Bid Types & Best Practices
CPI bidding is the most common and safer for the advertiser since it guarantees to hit the entered cost per install (CPI) goals. Since AppLovin has risk with potentially serving a campaign with broken tracking, CPI campaigns may have to be validated by an admin before launching. CPI campaigns may take longer to scale because the optimizer will hold the campaign in the learning stage longer to gain more significance on performance. Also, CPI campaigns may overshoot budgets since there is a longer delay between when the ad request happens and when the install comes in. For example, if installs tend to happen 3 hours after an ad request, the ad server will stop serving when the campaign hits the budget but 3 more hours of installs will roll in.
Dynamic CPM (dCPM) is the method of bidding where advertisers are charged for impressions, but the optimizer will adjust the CPM up and down to back out to a CPI goal. CPM bidding comes out of the optimizer learning stage fastest which allows campaigns to scale the quickest, however, the initial days of the learning stage may result in inflated install costs. CPM bidding is generally a bid type leveraged by advertisers with larger budgets seeking immediate scale.
Dynamic CPC (dCPC) is a method of bidding where advertisers are charged for clicks but the optimizer will adjust the CPC up and down to back out to a CPI goal. CPC bidding has the added advantage of coming out of optimizer learning stage faster than CPI bidding (though slower than dCPM bidding), which will cause it to scale more quickly. CPC bidding is recommended for advertisers with larger budgets and a higher tolerance for learning costs.
Campaigns of all bid types will have some costs associated with learning. For CPI campaigns, the cost is for the most part put on AppLovin, but this will cause the optimizer to be more conservative initially. For dCPC campaigns, it will take some budget before the optimizer hones in on your goals. The amount of budget it will take depends on targeting, conversion rate, CPI goal, and budgets.
The more broadly the campaign is targeting, the more places it has to learn.
The better the conversion rate, the more quickly the optimizer will learn. You can increase conversion rate by taking actions like uploading a suppression list, wifi targeting larger apps, and having strong ads.

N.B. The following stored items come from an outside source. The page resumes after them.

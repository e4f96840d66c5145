"""Faults during a run: killed while writing, an exception while writing, two runs at once,
and a solution that fails its own check.

The previous output must survive each, the next run must leave no stray temporary file, and a
wrong solution must never be written quietly (exit 3 naming the worst node and link).
"""

from __future__ import annotations

import os
import signal
import subprocess
import sys
import time
from pathlib import Path

import numpy as np
import pyogrio
import pytest
from click.testing import CliRunner

from gridflow.cli.main import cli
from gridflow.io.write import remove_stale_temporaries
from tests.bad_input.harness import previous_output
from tests.bad_input.town import Town

ROOT = Path(__file__).resolve().parents[2]


def _many_scenarios(t: Town, n: int) -> Town:
    """Enough scenarios (two layers each) that writing takes a while to catch in the act."""
    t.config["scenarios"] = {f"s{i:02d}": {"factor": 1.0 + i / 100} for i in range(n)}
    return t


def _cli(*args):
    return CliRunner().invoke(cli, list(args))


def _gridflow(*args, **kw) -> subprocess.Popen:
    env = {**os.environ, "PYTHONPATH": str(ROOT)}
    return subprocess.Popen([sys.executable, "-m", "gridflow", "-q", *args], env=env,
                            stdout=subprocess.PIPE, stderr=subprocess.PIPE, **kw)


def _temporaries(folder: Path, stem: str = "result") -> list[Path]:
    return sorted(folder.glob(f".{stem}.tmp-*"))


def test_killed_while_writing_keeps_previous_output_and_next_run_cleans_up(tmp_path):
    gpkg, cfg = _many_scenarios(Town(), 40).write(tmp_path)
    out = tmp_path / "out"
    target = out / "result.gpkg"
    before = previous_output(target)
    proc = _gridflow("run", str(cfg), "--out", str(target))
    deadline = time.monotonic() + 120
    try:
        while not _temporaries(out) and time.monotonic() < deadline and proc.poll() is None:
            time.sleep(0.002)
        assert _temporaries(out), "the run never started writing: " + \
            proc.stderr.read().decode() if proc.poll() is not None else "timed out"
        time.sleep(0.05)  # well inside writing its layers
        os.kill(proc.pid, signal.SIGKILL)
    finally:
        proc.wait(30)
    assert proc.returncode == -signal.SIGKILL
    assert target.read_bytes() == before  # the previous output is intact
    assert _temporaries(out)  # a killed process cannot clean up after itself ...
    time.sleep(0.1)  # the next process starts measurably later than the last change
    nxt = _gridflow("run", str(cfg), "--out", str(target))  # the next night: a new process
    _, err = nxt.communicate(timeout=180)
    assert nxt.returncode == 0, err.decode()
    assert not _temporaries(out)  # ... the next run does
    names = {n for n, _ in pyogrio.list_layers(target)}
    assert {"nodes_s00", "pipes_s39", "findings", "run_info"} <= names


def test_exception_while_writing_keeps_previous_output(tmp_path, monkeypatch):
    gpkg, cfg = _many_scenarios(Town(), 3).write(tmp_path)
    target = tmp_path / "out" / "result.gpkg"
    before = previous_output(target)
    import gridflow.io.write as w

    real = w._write_layer
    calls = []

    def fail_on_third(*a, **k):
        calls.append(a[2])
        if len(calls) == 3:
            raise OSError(28, "No space left on device (injected)")
        return real(*a, **k)

    monkeypatch.setattr(w, "_write_layer", fail_on_third)
    res = _cli("run", str(cfg), "--out", str(target))
    assert res.exit_code == 1 and "No space left on device" in res.stderr
    assert len(calls) == 3
    assert target.read_bytes() == before
    assert not _temporaries(target.parent)


def test_stale_temporaries_of_other_targets_and_live_runs_are_kept(tmp_path):
    target = tmp_path / "result.gpkg"
    gone = subprocess.Popen([sys.executable, "-c", "pass"])
    gone.wait()  # a process that has ended: its pid names its temporaries
    dead = gone.pid
    stale = [tmp_path / f".result.tmp-{dead}-0badf00d.gpkg",
             tmp_path / f".result.tmp-{dead}-0badf00d.gpkg-journal",
             tmp_path / f".result.tmp-{dead}-1badf00d.html"]
    other = tmp_path / f".other.tmp-{dead}-2badf00d.gpkg"  # another target's: not ours
    unrelated = tmp_path / ".result.tmp-notes.txt"
    live = tmp_path / f".result.tmp-{os.getppid()}-3badf00d.gpkg"  # a live process's
    mine = tmp_path / f".result.tmp-{os.getpid()}-4badf00d.gpkg"  # this process's
    for p in (*stale, other, unrelated, live, mine):
        p.write_bytes(b"x")
    removed = remove_stale_temporaries(target)
    assert sorted(removed) == sorted(stale)
    assert other.exists() and unrelated.exists() and live.exists() and mine.exists()


def test_two_runs_writing_different_outputs_at_once(tmp_path):
    gpkg, cfg = _many_scenarios(Town(), 12).write(tmp_path)
    out = tmp_path / "out"
    a, b = out / "a.gpkg", out / "b.gpkg"
    procs = [_gridflow("run", str(cfg), "--out", str(p)) for p in (a, b)]
    for p in procs:
        p.wait(180)
        assert p.returncode == 0, p.stderr.read().decode()
    assert not list(out.glob(".*.tmp-*"))
    for name in ("nodes_s00", "pipes_s11"):
        da = pyogrio.read_dataframe(a, layer=name, read_geometry=False)
        db = pyogrio.read_dataframe(b, layer=name, read_geometry=False)
        assert len(da) > 0
        assert da.equals(db)  # same inputs, same answers, neither disturbed the other


# ----------------------------------------------------------------- never a quiet wrong answer
def _spoil(monkeypatch, how):
    """Make the solver's result wrong after it returns, as a bug in it would."""
    import gridflow.jobs.run as run

    real = run.HydraulicSystem.solve

    def solve(self, *a, **k):
        r = real(self, *a, **k)
        how(self.net, r)
        return r

    monkeypatch.setattr(run.HydraulicSystem, "solve", solve)


def _link(net, lid):
    return int(np.flatnonzero(net.link_id == lid)[0])


@pytest.mark.parametrize("spoil, node, link", [
    # 5 L/s too much on M5: mass off at both its ends, its head loss off too
    (lambda net, r: r.flow_m3s.__setitem__(_link(net, "M5"), r.flow_m3s[_link(net, "M5")]
                                           + 0.005), ("J4", "J5"), "M5"),
    # 3 m of head added at J4: the head loss on every link at J4 off
    (lambda net, r: r.head_m.__setitem__(int(np.flatnonzero(net.node_id == "J4")[0]),
                                         r.head_m[net.node_id == "J4"][0] + 3.0),
     None, ("M3", "M5")),
    # a NaN head at a supplied junction
    (lambda net, r: r.head_m.__setitem__(int(np.flatnonzero(net.node_id == "J5")[0]),
                                         np.nan), ("J5",), None),
], ids=["flow", "head", "nan"])
def test_solution_failing_its_check_stops_with_exit_3(tmp_path, monkeypatch, spoil, node, link):
    gpkg, cfg = Town().write(tmp_path)
    target = tmp_path / "out" / "result.gpkg"
    before = previous_output(target)
    _spoil(monkeypatch, spoil)
    res = _cli("run", str(cfg), "--out", str(target))
    assert res.exit_code == 3, res.output
    assert target.read_bytes() == before  # last night's output is kept
    diag = target.with_name("result.diagnostics.gpkg")
    assert str(diag) in " ".join(res.stderr.split()).replace(" ", "") or \
        "result.diagnostics.gpkg" in res.stderr
    assert not _temporaries(target.parent)
    msg = res.stderr
    assert "average_day" in msg and "failed its check" in msg
    m_node = msg.split("at node ")[1].split(",")[0]
    m_link = msg.split("on link ")[1].split(")")[0]
    if node:
        assert m_node in node, msg
    if link:
        assert m_link in link, msg
    f = pyogrio.read_dataframe(diag, layer="findings", read_geometry=False)
    bad = f[f["kind"] == "solution_check_failed"]
    assert set(bad["feature_id"]) == {m_node, m_link}
    layers = {n for n, _ in pyogrio.list_layers(diag)}
    assert "nodes_average_day" not in layers  # the wrong answer is not written
    info = pyogrio.read_dataframe(diag, layer="run_info")
    kv = dict(zip(info["key"], info["value"]))
    mass = float(kv["average_day:mass_residual_m3s"])
    head = float(kv["average_day:head_residual_m"])
    assert not (mass <= 1e-5 and head <= 1e-3)  # recorded, and above 10 x the tolerances


def test_residuals_recorded_on_a_good_run(tmp_path):
    gpkg, cfg = Town().write(tmp_path)
    target = tmp_path / "out" / "result.gpkg"
    res = _cli("run", str(cfg), "--out", str(target))
    assert res.exit_code == 0, res.output
    kv = dict(pyogrio.read_dataframe(target, layer="run_info")[["key", "value"]].values)
    for s in ("average_day", "max_day", "peak_hour"):
        # the solver's default tolerances: 1e-6 m3/s and 1e-4 m (README config reference)
        assert float(kv[f"{s}:mass_residual_m3s"]) <= 1e-6
        assert float(kv[f"{s}:head_residual_m"]) <= 1e-4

This goes hand in hand with conversion rates. If the CPI goal is very obtainable, it will decrease the time it takes to learn. If the goal is too low, the optimizer will take awhile (or never be able) to hit your goals
AppLovin recommends that you start with the highest bid you are comfortable with. This will give your offer the best chance at success. Also, dropping the CPI later if the offer converts well is better than increasing the CPI later if the offer doesn't convert well in terms of how the optimizer will serve the offer. Starting too low can also lead to a situation where the offer spends a lot of money but get's shut off. For example, if the CPI goal is unachievably low, the bidder will start shutting off sources after it has spent learning budget on those sources which can lead to a situation where an offer spent money with no results.